Inclusion/Equity and Evaluating Negatives

Privacy, security, inclusion, equity, accessibility, … all of these have an interesting property in common. When evaluation products against such questions you are usually trying to establish a negative.

To Prove A Negative

Proving a negative requires providing evidence of absence.

If one wanted to disprove the claim “all primes are odd” one only needs to prove “some primes are even”. The latter can be accomplished by finding a single counterexample – the number 2. On the other hand if one wanted to prove the claim, they would need establish that all primes are odd. Another example is the claim “there are no vermin in this house,” proving which requires an exahustive search of the premises. Once again, disproving the claim only requires a single piece of evidence – a mouse.

Going back to the beginning, asking someone whether a product is secure, private, inclusive, accessible etc… fall into the same category. Answering these questions require proving that there is nothing insecure, privacy violating, non-inclusive, or inaccessible about this product. These questions are even worse than the one about vermin from before because it’s not even clear where to start looking. People who have spent their entire careers studying the subject would find the criteria difficult or downright impossible to evaluate.

Despite this apparent futility, there is hope. Knowing that the criteria holds under a limited set of circumstances is sometimes enough. Often it is the best that we can do.

Proof By Enumeration

In security and privacy parlance this limited scope is called the threat model.

Absolute security is impossible, so one would start by establishing the specific threats that they would like to deal with. For example when considering the security of a networked application one could start by drawing out a data flow diagram and then going over the different points at which data would be at risk of being compromised. Enumeration of vulnerabilities and threats in this way opens up the possibility of thoroughly examining the attack surface. Thus the previously intractable problem becomes finite.

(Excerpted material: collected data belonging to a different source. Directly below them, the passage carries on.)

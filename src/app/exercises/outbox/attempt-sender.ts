import {type AttemptState, type Batch} from '#shared/attempts/attempt';
import {ApiFailure} from '../../platform/api-failure';
import {type AttemptKeeper} from './attempt-keeper';

/** Entries gather this long before they go; the contract allows two seconds. */
const GATHER_MS = 700;
const FIRST_WAIT_MS = 1000;
const LONGEST_WAIT_MS = 30_000;

/** How the log's way to the server stands. `stopped` needs a person. */
export type SenderState =
  | {readonly kind: 'idle' | 'sending' | 'waiting'}
  | {readonly kind: 'stopped'; readonly failure: ApiFailure};

/** What the sender needs of its surroundings. */
export interface SenderParts {
  readonly keeper: AttemptKeeper;
  /** Sends one batch; throws ApiFailure. */
  readonly post: (batch: Batch) => Promise<{lastBatch: number; state: AttemptState}>;
  /** How far the run is now. */
  readonly tick: () => number;
  readonly told: (state: SenderState, unsent: number) => void;
  /** The server has the `end`: nothing is left to send. */
  readonly handedIn: () => void;
  readonly random?: () => number;
}

/** Sends an attempt's log: one request at a time, in order, until the server has it all. */
export class AttemptSender {
  private timer: ReturnType<typeof setTimeout> | undefined;
  private waitMs = FIRST_WAIT_MS;
  private isSending = false;
  private isClosed = false;
  private state: SenderState = {kind: 'idle'};

  constructor(private readonly parts: SenderParts) {}

  /** Something waits: send it soon. */
  wake(): void {
    if (this.state.kind !== 'stopped' && !this.isSending && this.timer === undefined) {
      this.sendIn(GATHER_MS);
    }
  }

  /** The connection is back, or a person asked: send at once. */
  sendNow(): void {
    if (this.isSending) return;
    this.waitMs = FIRST_WAIT_MS;
    this.state = {kind: 'idle'};
    this.sendIn(0);
  }

  close(): void {
    this.isClosed = true;
    clearTimeout(this.timer);
  }

  private sendIn(ms: number): void {
    clearTimeout(this.timer);
    if (this.isClosed) return;
    this.timer = setTimeout(() => {
      this.timer = undefined;
      void this.sendAll();
    }, ms);
  }

  private async sendAll(): Promise<void> {
    this.isSending = true;
    try {
      for (;;) {
        const batch = await this.parts.keeper.nextBatch(this.parts.tick());
        if (batch === null || this.isClosed) break;
        await this.tell({kind: 'sending'});
        const {lastBatch, state} = await this.parts.post(batch);
        await this.parts.keeper.acknowledge(lastBatch);
        this.waitMs = FIRST_WAIT_MS;
        if (state !== 'running') {
          this.parts.handedIn();
          break;
        }
      }
      await this.tell({kind: 'idle'});
    } catch (error) {
      // ApiFailure: no connection, or a refusal; anything else is a bug.
      if (!(error instanceof ApiFailure)) throw error;
      await this.recover(error);
    } finally {
      this.isSending = false;
    }
  }

  private async recover(failure: ApiFailure): Promise<void> {
    switch (failure.code) {
      case 'batch-missing':
        await this.parts.keeper.rewindTo(failure.problem?.wanted ?? 1);
        this.sendIn(0);
        return;
      case 'batch-differs':
      case 'entry-refused':
      case 'attempt-over':
      case 'writer-changed':
      case 'invalid-input':
      case 'not-allowed':
      case 'not-found':
        await this.tell({kind: 'stopped', failure});
        return;
      default:
        // offline, too-fast, too-many-requests, unavailable, internal, a closed sign-in: it will go later
        await this.tell({kind: 'waiting'});
        this.sendIn(this.waitMs * (0.75 + 0.5 * (this.parts.random ?? Math.random)()));
        this.waitMs = Math.min(2 * this.waitMs, LONGEST_WAIT_MS);
    }
  }

  private async tell(state: SenderState): Promise<void> {
    this.state = state;
    const unsent = await this.parts.keeper.countUnsent();
    if (!this.isClosed) this.parts.told(state, unsent);
  }
}
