/* global describe, it, expect */
import {addUp, countKarma, countPlaywright, describeCounts, withExitCode} from './counts.mjs';

describe('the counts of npm test', () => {
  it('add up over parts', () => {
    const sum = addUp([
      {passed: 3, failed: 0},
      {passed: 4, failed: 2},
    ]);

    expect(describeCounts(sum)).toBe('7 passed, 2 failed');
  });

  it('fail once when a runner ends badly without a failed test', () => {
    expect(withExitCode({passed: 5, failed: 0}, 1)).toEqual({passed: 5, failed: 1});
    expect(withExitCode({passed: 5, failed: 2}, 1)).toEqual({passed: 5, failed: 2});
    expect(withExitCode({passed: 5, failed: 0}, 0)).toEqual({passed: 5, failed: 0});
  });

  describe('of Karma', () => {
    it('come from the last progress line', () => {
      const output =
        'Chrome: Executed 1 of 9 SUCCESS (0 secs)\r\nChrome: Executed 9 of 9 (2 FAILED) (1.2 secs / 1 secs)\nTOTAL: 2 FAILED, 7 SUCCESS\n';

      expect(countKarma(output)).toEqual({passed: 7, failed: 2});
    });

    it('take skipped specs and specs never reached as failed', () => {
      expect(countKarma('Executed 7 of 9 (skipped 2) SUCCESS')).toEqual({passed: 7, failed: 2});
      expect(countKarma('Executed 4 of 9 DISCONNECTED (10 secs)')).toEqual({passed: 4, failed: 5});
    });

    it('are nothing when nothing ran', () => {
      expect(countKarma('Error: no inputs')).toEqual({passed: 0, failed: 0});
    });
  });

  describe('of Playwright', () => {
    it('take flaky and skipped tests as failed', () => {
      const stats = {expected: 6, unexpected: 1, flaky: 1, skipped: 1};

      expect(countPlaywright({stats})).toEqual({passed: 6, failed: 3});
    });

    it('fail once for an error outside the tests', () => {
      const stats = {expected: 0, unexpected: 0, flaky: 0, skipped: 0};

      expect(countPlaywright({stats, errors: [{message: 'no server'}]})).toEqual({
        passed: 0,
        failed: 1,
      });
    });
  });
});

As our understanding of threats improve, so does the effectiveness of the threat model. Historically, understanding this kind of problem space takes time and many – often costly – mistakes. The boundaries sometimes only become known when someone exploits it.

Similarly, when evaluating a squishy concept like inclusion and equity one would also start with a well defined scope that lends itself to examination. Just like before, often we only learn where to look for problems the hard way. So we come up with methodologies like carefully curated dimensions of identity. Enumerations like that give us a finite set of things to consider with our finite resources. Additionally these methodologies also grant us a taxonomy with which we can organize our hard earned knowledge on the topic.

Proof by Enumerating Product Outcomes

Enumeration based approaches establish clusters of possible product outcomes which we can then evaluate individually.

As an example, a product that processes pictures of people can be evaluated based on the outcome of handling pictures of people with different skin tokes, gender expressions, body types, ages, hair and accesories, visible disabilities, and lighting conditions. Coming up with these outcomes can be laborious and expensive, but it is tractable. Costs of curating suitably detailed test cases and data sets should amortize across their potentially broad applicability.

Proof By Construction

But sometimes the set of outcomes do not cluster effectively or are too numerous to exhaustively evaluate. In security this would be similar to asking whether some software system is free from buffer overruns – a question that is theoretically impossible to answer in general if the method of construction is not amenable to analysis. The best we could do is for suitably skilled persons to go through the code with a fine toothed comb looking for potential problems; a task that is both impractical as it is prone to error.

Proof by Process of Construction

Instead we could try using programming languages that provide certain safety guarantees: memory-safe languages. These safety guarantees establish the memory safety of the resulting behavior as a consequence of the method by which the underlying software is constructed. Another method we can use is to continue using an unsafe language1, but invest in development practices like fuzz testing which give us sufficient statistical control over the behavior of our software.

Inclusion and equity can follow a similar paradigm where we establish certain process requirements that also yield a favorable outcome with a high likelihood. Google’s Building for Everyone outlines some of these processes criteria such as involving a diverse group of people during the ideation and design phases of a product, and involving a diverse group of people during testing. Once again, these approaches don’t guarantee success, but have a much higher likelihood of delivering a favorable outcome.

Amalgam Engineering

Increasingly software systems are built as amalgamations of systems that are themselves complex. The behavior of each constituent is difficult to reason about let alone the behavior of the amalgamation.

To establish some desirable property of the amalgamation, it becomes necessary to progressively establish the same or minor properties of the constituents. The point of establishing these properties is to yield a simpler more tractable model of a system that we can readily reason about. We can then infer or at least approximate the behavior of the amalgamation based on the simplified models that we derive of the contituents.

We don’t expect this situation to get better given that many of these contituent parts will be ML models that are too complex for us to understand. As enumerating product outcomes becomes less effective, we will need to rely ever more on process criteria and governance of construction to curb the product outcomes.

The accuracy of the resulting simplified models is all that we will have to grasp in order to have some say how technology will govern us in turn.